Eigenvalues And Eigenvectors

# Eigenvalues and Eigenvectors

Consider the a system of linear equations in the form $Ax = \lambda x$ or written differently, $(\lambda I - A)x = 0$ where $\lambda$ is a scalar. Such systems arise frequently in linear algebra, and we will derive the definition of an eigenvalue and eigenvector from this.

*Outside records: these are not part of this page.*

def _capacitors(study, geo, params_by_rho, src, source):
    """The series capacitor banks' basis (None without banks), at the study's earth
    resistivity (or the first of the sweep)."""
    if not study.series_capacitors:
        return None
    rho = float(study.system.earth_resistivity)
    params = params_by_rho.get(rho) or next(iter(params_by_rho.values()))
    line = line_cascade(geo, params, "actual_plan", study.reach_study.shunt_capacitance)
    try:
        return capacitor_basis(study, geo, params, line, src, source)
    except InputError as exc:
        raise exc.located(source=source) from None


def _state_name(state: str, n_c: int, corridor: bool) -> str:
    """A run's state as reported: the parallel circuit's, the neighbour's, or "none"."""
    if corridor:
        return f"neighbour {state}"
    return state if n_c == 2 else "none"


def _branch_runs(study, geo, params_by_rho, env, names, src, configs, groups, relay_end,
                 source, measure, caps=None, cap="") -> list[Run]:
    """Faults along the lines leaving both buses (see :mod:`.branches`): one solve per
    source configuration and fault group, every line point a location at its bus."""
    from relayset.physics.sequence import balanced_phase_matrix
    from relayset.studies.verification.branches import branch_lines

    lines = branch_lines(study, source)
    if not lines:
        return []
    info = tuple((b.bus, b.name, x) for b in lines for x in b.fractions)
    m = np.array([0.0 if bus == names[0] else 1.0 for bus, _n, _x in info])
    z1 = np.array([x * b.z1_ohm for b in lines for x in b.fractions])
    z0 = np.array([x * b.z0_ohm for b in lines for x in b.fractions])
    z_b = balanced_phase_matrix(z1, z0)
    rho = float(study.system.earth_resistivity)
    if rho not in params_by_rho:
        rho = next(iter(params_by_rho))
    params = params_by_rho[rho]
    line = with_state(line_cascade(geo, params, "actual_plan",
                                   study.reach_study.shunt_capacitance), caps, cap)
    out = []
    # Lean (the benchmark's budget): every fault group with both circuits in service;
    # with the parallel circuit out (the smallest infeed, for zone 2's grading and zone 3's
    # coverage) bolted faults of every type.
    bolted = FaultGroup("bolted", tuple(ft for g in groups for ft in g.fault_types),
                        np.zeros((1, 2)))
    states = network.PARALLEL_STATES if geo.n_circuits == 2 else ("in_service",)
    corridor = geo.corridor is not None
    nb_ends = None
    if corridor:  # the corridor's states (the parallel circuit's and the neighbours')
        from relayset.studies.corridor import corridor_states, neighbour_ends

        states, nb_ends = corridor_states(geo), neighbour_ends(study, params, source)
    for cstate in states:
        state = cstate.parallel if corridor else cstate
        all_in = cstate.all_in_service if corridor else state == "in_service"
        nb_kw = cstate.solver_args(nb_ends) if corridor else {"parallel_state": state}
        for s_s, s_r, scales, labels, loaded in configs:
            emf_t = None
            if loaded:
                emf = load_emfs(env, line, src, names, relay_end, scales, state,
                                geo.v_nominal_v, geo.n_circuits if corridor else 0)
                emf_t = (emf[0], emf[1])
            for g in (groups if all_in else (bolted,)):
                try:
                    sw = solve_sweep(
                        caps, cap, line, s_s, s_r, v_nominal_v=geo.v_nominal_v,
                        fault_types=g.fault_types, m=m, r_fault_ohm=g.rf_pairs[:, 0],
                        r_phase_ohm=g.rf_pairs[:, 1], source_scale=scales,
                        transfer_angle_rad=np.zeros(1), emf_v=emf_t,
                        outputs=OUTPUTS, z_branch_ohm=z_b, **nb_kw)
                except InputError as exc:
                    raise exc.located(source=source) from None
                run = Run(sw, "branch", cstate.label if corridor
                          else _state_name(state, geo.n_circuits, False), labels,
                          rho, (s_s is not None, s_r is not None), g.name, branch=info,
                          cap_state=cap)
                out.append(run if measure is None else measure(run))
    return out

 Definition: Given the system of linear equations $(\lambda I - A)x = 0$, we call any $\lambda$ that makes the system contain a non-trivial solution an eigenvalue of $A$, and we call the non-trivial solution an eigenvector of $A$. $\lambda$ is an eigenvalue of $A$ if and only if $\mathrm{det}(\lambda I - A) = 0$. We call the equation $p(x) = \mathrm{det}(\lambda I - A ) = 0$ the characteristic polynomial of $A$.

## Example 1

Find the eigenvalues of $A = \begin{bmatrix}1 & 2\\ 3 & 4 \end{bmatrix}$.

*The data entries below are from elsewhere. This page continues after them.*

"""Results of the reach study of a three-terminal (teed) line (``relayset reach``).

Per relay end, per remote terminal (the path from the relay through the tee to it) and
per infeed state of the third terminal (on a double-circuit line also per state of the
untapped parallel circuit, and with the parallel circuit in service with and without the
relay's mutual compensation): what the loops meant for each fault type measure
for bolted faults along the path, and their reach errors, defined as the two-ended reach
study's (:mod:`relayset.results.reach`) with the path in place of the line.
"""

from __future__ import annotations

from dataclasses import dataclass
from typing import Any

import numpy as np

from relayset.results.serialize import cplx, polar


@dataclass(frozen=True)
class TeedWorstCase:
    """One extreme of a reach error along a path and the case that produced it."""

    error_pct: float
    fault_type: str  #: in the study's phase labels
    location_pct: float  #: of the path from the relay end [%]
    distance_m: float  #: from the relay end along the path [m]
    leg: str  #: the faulted leg, named by its bus (the relay's own leg up to the tee)
    #: the source case's name; on a double-circuit line followed by the parallel circuit's
    #: state (", parallel circuit earthed") and ", mutual compensation" where measured so
    source_case: str
    apparent_ohm: complex  #: the loop's measured impedance, primary [ohm]

    def to_dict(self) -> dict[str, Any]:
        return {"error_pct": self.error_pct, "fault_type": self.fault_type,
                "location_pct": self.location_pct, "distance_km": self.distance_m / 1e3,
                "leg": self.leg, "source_case": self.source_case,
                "apparent_ohm": cplx(self.apparent_ohm)}


#: The picks of every loop (the JSON keys), in order.
TEED_PICKS = ("worst_overreach_on_path", "worst_underreach_on_path",
              "worst_overreach_at_remote_terminal", "worst_untransposition_overreach_on_path",
              "worst_untransposition_underreach_on_path")


@dataclass(frozen=True)
class TeedLoopSummary:
    """Worst reach errors of one measuring loop on one path (only the fault types the
    loop is meant for; bolted faults)."""

    loop: str  #: in the study's phase labels, e.g. "A-G"
    worst_overreach_on_path: TeedWorstCase | None
    worst_underreach_on_path: TeedWorstCase | None
    #: bolted, at the remote terminal: what zone 1 must stay short of (infeed out)
    worst_overreach_at_remote_terminal: TeedWorstCase | None
    #: the part of the reach error due to the line's transposition: the error on the
    #: actual line less the error of the same case on the ideally transposed line
    worst_untransposition_overreach_on_path: TeedWorstCase | None
    worst_untransposition_underreach_on_path: TeedWorstCase | None

    def to_dict(self) -> dict[str, Any]:
        return {"loop": self.loop} | {
            k: None if getattr(self, k) is None else getattr(self, k).to_dict()
            for k in TEED_PICKS}


@dataclass(frozen=True)
class TeedPathReach:
    """Faults along the path from one relay end to one remote terminal, one infeed state
    (and on a double-circuit line one state of the parallel circuit and of the relay's
    mutual compensation)."""

    remote: str  #: the remote terminal at the path's end
    third: str  #: the third terminal, whose infeed is in or out
    infeed: bool  #: the third terminal's source (or grounded transformer) in
    #: the untapped parallel circuit of a double-circuit line: "in_service", "earthed" or
    #: "isolated" (network.PARALLEL_STATES); None on a single circuit
    parallel_circuit: str | None
    #: the relay measures with k0m too (its parallel circuit in service)
    mutual_compensation: bool
    length_m: float  #: relay end to tee to remote terminal [m]
    tee_location_pct: float  #: where the tee lies on the path [%]
    #: Z1 of the path, the sum of its legs' (ideally transposed: the diagonal of each
    #: section's Z012) [ohm]
    z1_path_ohm: complex
    loops: tuple[TeedLoopSummary, ...]
    worst_bolted_overreach_at_remote_terminal_pct: float
    worst_bolted_overreach_on_path_pct: float
    worst_bolted_underreach_on_path_pct: float
    worst_untransposition_overreach_on_path_pct: float
    worst_untransposition_underreach_on_path_pct: float
    #: the meant loops' apparent impedances along the relay's line angle for bolted faults
    #: at the tee and at the remote terminal, (min, max) over fault types, loops and source
    #: cases [ohm]
    apparent_at_tee_ohm: tuple[float, float]
    apparent_at_remote_terminal_ohm: tuple[float, float]
    envelope_location_pct: np.ndarray  #: (M,) along the path
    envelope_max_pct: np.ndarray  #: (6, M) bolted reach error, max over types and cases
    envelope_min_pct: np.ndarray
    apparent_max_ohm: np.ndarray  #: (6, M) along the line angle, max over types and cases
    apparent_min_ohm: np.ndarray
    untransposition_max_pct: np.ndarray  #: (6, M)
    untransposition_min_pct: np.ndarray

    def to_dict(self) -> dict[str, Any]:
        def rows(a: np.ndarray) -> list:
            return [[None if not np.isfinite(x) else float(x) for x in r] for r in a]

        return {
            "remote": self.remote, "third": self.third, "infeed": self.infeed,
            "parallel_circuit": self.parallel_circuit,
            "mutual_compensation": self.mutual_compensation,
            "length_km": self.length_m / 1e3, "tee_location_pct": self.tee_location_pct,
            "z1_path_ohm": cplx(self.z1_path_ohm),
            "worst_bolted_overreach_at_remote_terminal_pct":
                self.worst_bolted_overreach_at_remote_terminal_pct,
            "worst_bolted_overreach_on_path_pct": self.worst_bolted_overreach_on_path_pct,
            "worst_bolted_underreach_on_path_pct": self.worst_bolted_underreach_on_path_pct,
            "worst_untransposition_overreach_on_path_pct":
                self.worst_untransposition_overreach_on_path_pct,
            "worst_untransposition_underreach_on_path_pct":
                self.worst_untransposition_underreach_on_path_pct,
            "apparent_at_tee_ohm": {"min": self.apparent_at_tee_ohm[0],
                                    "max": self.apparent_at_tee_ohm[1]},
            "apparent_at_remote_terminal_ohm": {
                "min": self.apparent_at_remote_terminal_ohm[0],
                "max": self.apparent_at_remote_terminal_ohm[1]},
            "loops": [lp.to_dict() for lp in self.loops],
            "envelope": {
                "location_pct": [float(x) for x in self.envelope_location_pct],
                "loops": [lp.loop for lp in self.loops],
                "bolted_reach_error_max_pct": rows(self.envelope_max_pct),
                "bolted_reach_error_min_pct": rows(self.envelope_min_pct),
                "apparent_along_line_angle_max_ohm": rows(self.apparent_max_ohm),
                "apparent_along_line_angle_min_ohm": rows(self.apparent_min_ohm),
                "untransposition_error_max_pct": rows(self.untransposition_max_pct),
                "untransposition_error_min_pct": rows(self.untransposition_min_pct),
            },
        }


@dataclass(frozen=True)
class TeedEndReach:
    """Everything the teed reach study found for the relay at one end."""

    end: str
    z1_set_ohm: complex
    k0_set: complex
    tee_ohm: complex  #: Z1 of the relay's own leg, bus to tee (ideally transposed) [ohm]
    #: per remote terminal, infeed in then out (on a double circuit per parallel state, in
    #: service with k0 then with k0m, earthed, isolated)
    paths: tuple[TeedPathReach, ...]
    #: the mutual compensation the relay measures with while its parallel circuit is in
    #: service (an end of a double circuit), None: none
    k0m_set: complex | None = None

    def path(self, remote: str, infeed: bool, parallel_circuit: str | None = None,
             mutual_compensation: bool = False) -> TeedPathReach:
        """The path to ``remote`` with the third terminal's infeed in or out (and, on a
        double-circuit line, the parallel circuit's state and the mutual compensation)."""
        for p in self.paths:
            if (p.remote == remote and p.infeed == infeed
                    and p.parallel_circuit == parallel_circuit
                    and p.mutual_compensation == mutual_compensation):
                return p
        raise KeyError((remote, infeed, parallel_circuit, mutual_compensation))

    def to_dict(self) -> dict[str, Any]:
        return {"end": self.end, "z1_set_ohm": cplx(self.z1_set_ohm),
                "k0_set": polar(self.k0_set),
                "k0m_set": None if self.k0m_set is None else polar(self.k0m_set),
                "tee_ohm": cplx(self.tee_ohm),
                "paths": [p.to_dict() for p in self.paths]}


@dataclass(frozen=True)
class TeedReachResult:
    """The reach study of a three-terminal line: sweep axes and, per relay end, its paths."""

    buses: tuple[str, str, str]  #: from, to, third substation
    tee_distance_m: float
    branch_length_m: float
    fault_types: tuple[str, ...]
    location_step_pct: float  #: of each path
    source_cases: tuple[str, ...]  #: the reach study's, by name
    shunt_capacitance: bool
    ends: tuple[TeedEndReach, ...]
    cases_solved: int
    notes: tuple[str, ...]

    def end(self, name: str) -> TeedEndReach:
        """The results of the relay at ``name``."""
        for e in self.ends:
            if e.end == name:
                return e
        raise KeyError(name)

    def to_dict(self) -> dict[str, Any]:
        return {"buses": list(self.buses), "tee_distance_km": self.tee_distance_m / 1e3,
                "branch_length_km": self.branch_length_m / 1e3,
                "fault_types": list(self.fault_types),
                "location_step_pct": self.location_step_pct,
                "fault_resistances_ohm": [0.0],
                "source_cases": list(self.source_cases),
                "shunt_capacitance": self.shunt_capacitance,
                "cases_solved": self.cases_solved,
                "ends": [e.to_dict() for e in self.ends], "notes": list(self.notes)}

We first note that $\lambda I - A = \begin{bmatrix}\lambda & 0\\ 0 & \lambda\end{bmatrix} -\begin{bmatrix}1 & 2\\ 3 & 4 \end{bmatrix} = \begin{bmatrix} \lambda - 1 & -2\\ -3 & \lambda - 4 \end{bmatrix}$

We will now calculate the determinant of this matrix as

(1)
\begin{align} \begin{vmatrix} \lambda - 1 & -2\\ -3 & \lambda - 4 \end{vmatrix} = (\lambda - 1)(\lambda - 4) - (-2)(-3) \\ \begin{vmatrix} \lambda - 1 & -2\\ -3 & \lambda - 4 \end{vmatrix} = \lambda ^2 - 5\lambda + 4 - 6 = \lambda^2 - 5\lambda -2 = p(x) \end{align}

If we set our characteristic polynomial to zero, we can find values of $\lambda$ that make $p(x) = 0$. Using the quadratic formula, we obtain that $\lambda_1 = \frac{5 + \sqrt{33}}{2}$ and $\lambda_2 = \frac{5 - \sqrt{33}}{2}$.